The University of Arizona

The Sirente crater, Italy: Impact versus mud volcano origins

Francesco Stoppa


The Sirente crater is a circular structure with a diameter of 80 m. The rim deposit is an inverse-graded, matrix-supported breccia. Sedimentological features of the rim deposit suggest that the crater is not related to an explosion or violent mechanical displacement. The structure and texture of the deposit exhibit a primary sedimentary character. The rim deposits do not contain artifacts and do not show evidence of reworking. A multistage formation is reconstructed for the rim growth and associated deposits. The geometry and sedimentology of the deposits indicate that they were produced by the extrusion and accumulation of mudflow deposits. The dominant ejection mechanism was low mud fountains and the transport medium was water. Petrographic and geochemical evidence does not indicate any physical or cryptic trace of an extraterrestrial body.The most realistic agent that explains the observed effects is a rapid local emission of mud and/or water.
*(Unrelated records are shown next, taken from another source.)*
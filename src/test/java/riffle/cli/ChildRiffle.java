package riffle.cli;

import java.io.IOException;
import java.nio.charset.StandardCharsets;
import java.nio.file.Files;
import java.nio.file.Path;
import java.util.ArrayList;
import java.util.List;
import java.util.concurrent.TimeUnit;
import java.util.concurrent.atomic.AtomicInteger;

/**
 * Riffle's command line in a child JVM — a second process, as a person's terminal would be — with a
 * home folder of its own and its output in files. Started from the tests' class path, or from the
 * built jar (for bench commands run through Maven, whose class path is Maven's own).
 */
final class ChildRiffle {
  private static final AtomicInteger RUNS = new AtomicInteger();

  private final List<String> launcher;
  private final Path home;

  private ChildRiffle(List<String> launcher, Path home) {
    this.launcher = launcher;
    this.home = home;
  }

  /** Runs {@code riffle.cli.Main} from this JVM's class path (the tests' own). */
  static ChildRiffle fromClassPath(Path home) {
    return new ChildRiffle(
        List.of("-cp", System.getProperty("java.class.path"), Main.class.getName()), home);
  }

  /** Runs {@code java -jar jar}. */
  static ChildRiffle fromJar(Path jar, Path home) {
    return new ChildRiffle(List.of("-jar", jar.toString()), home);
  }

  /** A started command; its stdout and stderr go to files. */
  record Started(Process process, Path out, Path err) {
    /** Waits for the command to end and returns what it printed and its exit code. */
    CliTest.Run finish(long seconds) throws IOException, InterruptedException {
      if (!process.waitFor(seconds, TimeUnit.SECONDS)) {
        process.destroyForcibly();
        throw new IllegalStateException(
            "the command did not end within " + seconds + " s: " + read(err));
      }
      return new CliTest.Run(process.exitValue(), read(out), read(err));
    }

    String errSoFar() throws IOException {
      return read(err);
    }

    private static String read(Path file) throws IOException {
      return Files.exists(file) ? Files.readString(file, StandardCharsets.UTF_8) : "";
    }
  }

  /** Starts {@code riffle ARGS} in a new JVM. */
  Started start(String... args) throws IOException {
    List<String> command = new ArrayList<>();
    command.add(Path.of(System.getProperty("java.home"), "bin", "java").toString());
    command.add("-Duser.home=" + home);
    command.add("-Xmx512m");
    command.addAll(launcher);
    command.addAll(List.of(args));
    int n = RUNS.incrementAndGet();
    Files.createDirectories(home);
    Path out = home.resolve("child-" + n + ".out");
    Path err = home.resolve("child-" + n + ".err");
    Process p =
        new ProcessBuilder(command)
            .redirectOutput(out.toFile())
            .redirectError(err.toFile())
            .redirectInput(ProcessBuilder.Redirect.from(nullInput(home)))
            .start();
    return new Started(p, out, err);
  }

  /** Runs {@code riffle ARGS} in a new JVM to its end (at most two minutes). */
  CliTest.Run run(String... args) throws IOException, InterruptedException {
    return start(args).finish(120);
  }

  private static java.io.File nullInput(Path home) throws IOException {
    Path empty = home.resolve("empty-stdin");
    if (!Files.exists(empty)) {
      Files.write(empty, new byte[0]);
    }
    return empty.toFile();
  }
}
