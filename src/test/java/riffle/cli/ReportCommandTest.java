package riffle.cli;

import static org.junit.jupiter.api.Assertions.assertEquals;
import static org.junit.jupiter.api.Assertions.assertFalse;
import static org.junit.jupiter.api.Assertions.assertTrue;

import com.fasterxml.jackson.databind.JsonNode;
import java.nio.charset.StandardCharsets;
import java.nio.file.Files;
import java.nio.file.Path;
import org.junit.jupiter.api.BeforeEach;
import org.junit.jupiter.api.Test;
import org.junit.jupiter.api.io.TempDir;
import riffle.app.HandThenRule;

/** {@code riffle report} and {@code riffle export} on a small coded project. */
class ReportCommandTest {
  @TempDir Path dir;
  String project;

  @BeforeEach
  void importCodedWave() {
    project = CliTest.projectWith(dir, "two-questions.csv");
  }

  @Test
  void reportJsonHasTheContractKeysAndSaysTheBaseIsSmall() throws Exception {
    CliTest.Run run = CliTest.riffle("report", "--project", project, "--question", "1", "--json");
    assertEquals(0, run.code(), run.err());
    JsonNode q = run.json().get("questions").get(0);
    assertEquals("What almost stopped you from ordering?", q.get("question").asText());
    assertTrue(q.get("bases").get("Wave 1").asInt() > 0);
    JsonNode code = q.get("codes").get(0);
    for (String key : new String[] {"code", "parent", "waves"}) {
      assertTrue(code.has(key), key + " in " + code);
    }
    JsonNode share = code.get("waves").get("Wave 1");
    for (String key : new String[] {"count", "base", "share", "ci"}) {
      assertTrue(share.has(key), key + " in " + share);
    }
    assertTrue(share.get("small_base").asBoolean(), "a base under 30 is flagged");
    for (String key : new String[] {"changes", "cooccurrence", "saturation"}) {
      assertTrue(q.has(key), key);
    }
    CliTest.Run text = CliTest.riffle("report", "--project", project);
    assertTrue(text.out().contains("* small base"), text.out());
  }

  @Test
  void exportsWriteMaskedTextAndNeutraliseFormulas() throws Exception {
    Path html = dir.resolve("r.html");
    assertEquals(
        0, CliTest.riffle("report", "--project", project, "--html", html.toString()).code());
    assertTrue(Files.readString(html, StandardCharsets.UTF_8).contains("<svg"));
    Path csv = dir.resolve("coded.csv");
    CliTest.Run run =
        CliTest.riffle(
            "export",
            "--project",
            project,
            "--what",
            "coded",
            "--format",
            "csv",
            "--out",
            csv.toString(),
            "--bom");
    assertEquals(0, run.code(), run.err());
    byte[] bytes = Files.readAllBytes(csv);
    assertEquals((byte) 0xEF, bytes[0]);
    String text = new String(bytes, StandardCharsets.UTF_8);
    assertTrue(text.contains("delivery date unclear"), text);
    assertFalse(text.contains("\n-,"), "a cell starting with - is neutralised");
    CliTest.Run bad =
        CliTest.riffle(
            "export",
            "--project",
            project,
            "--what",
            "coded",
            "--format",
            "html",
            "--out",
            csv.toString());
    assertEquals(2, bad.code());
    assertTrue(bad.err().contains("written as csv"), bad.err());
    for (String f : new String[] {"csv", "json", "md"}) {
      Path out = dir.resolve("book." + f);
      assertEquals(
          0,
          CliTest.riffle(
                  "export",
                  "--project",
                  project,
                  "--what",
                  "codebook",
                  "--format",
                  f,
                  "--out",
                  out.toString())
              .code());
      assertTrue(Files.readString(out, StandardCharsets.UTF_8).contains("warranty doubts"));
    }
  }

  @Test
  void aWaveOnlyRulesTouchedGetsNoVerdictForHandCodesAndTheTextSaysWhy() throws Exception {
    Path file = HandThenRule.build(dir);
    CliTest.Run run = CliTest.riffle("report", "--project", file.toString(), "--segment", "device");
    assertEquals(0, run.code(), run.err());
    String out = run.out();
    assertTrue(
        out.contains("Answers read by a person: Wave 1 read 80 of 80 (100%); Wave 2 read 0 of 80"),
        out);
    assertTrue(out.contains("Wave 2 no share (no answer of Wave 2 read by a person yet)"), out);
    assertTrue(out.contains("Price (by rule)"), out);
    for (String line : out.lines().toList()) {
      if (line.contains(HandThenRule.UNSURE) || line.contains(HandThenRule.DELIVERY)) {
        assertFalse(line.contains(" fell ") || line.contains(" rose "), line);
      }
    }
    assertTrue(out.contains("  Not compared"), out);
    // The segment split is in the text too, values told apart only by case merged.
    assertTrue(out.contains("device = Mobile: read by a person Wave 1 read"), out);
    assertTrue(out.contains("device = (no value)"), out);
    assertFalse(out.contains("device = mobile"), out);
    assertTrue(out.contains("Saturation: 2 codes in 80 answers read by a person"), out);

    JsonNode q =
        CliTest.riffle("report", "--project", file.toString(), "--json")
            .json()
            .get("questions")
            .get(0);
    assertEquals(80, q.get("bases").get("Wave 1").asInt(), "the existing keys stay");
    assertEquals(0, q.get("coverage").get("Wave 2").get("read").asInt());
    assertEquals(80, q.get("coverage").get("Wave 2").get("answers").asInt());
    assertEquals("Wave 2", q.get("not_coded").get(0).asText());
    JsonNode unsure = q.get("codes").get(0);
    assertEquals(HandThenRule.UNSURE, unsure.get("code").asText());
    assertFalse(unsure.get("waves").has("Wave 2"));
    assertTrue(unsure.get("no_share").get("Wave 2").asText().contains("read by a person"));
    assertTrue(q.get("codes").get(2).get("by_rule").asBoolean());
    assertTrue(q.get("codes").get(2).get("waves").get("Wave 2").get("by_rule").asBoolean());
    assertEquals(2, q.get("not_compared").size());
    assertTrue(q.get("changes").get(0).get("by_rule").asBoolean());
  }

  @Test
  void anEmptyProjectsSaturationSaysNobodyReadAnything() {
    CliTest.Run text = CliTest.riffle("report", "--project", project, "--question", "2");
    assertEquals(0, text.code(), text.err());
    assertTrue(text.out().contains("Saturation: no answer read by a person yet"), text.out());
    assertFalse(text.out().contains("Chao1 0.0"), text.out());
  }
}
Geological processes capable of producing these features include piping sinkholes or, more probably, "caldera"-type mud volcanoes, which may result from underground water-table perturbation and/or decompression of deep CO2/hydrocarbon gas reservoirs due to tectonic deformation or faulting activity during a seismic event. In both cases, the name "crater" for this geological form may be maintained, but there is no compelling evidence for an impact origin.In this paper, the scientific literature on the Sirente crater is reconsidered in the light of new morphological, sedimentological, geochemical, and archaeological data. A new mechanism is proposed involving mud-fountaining.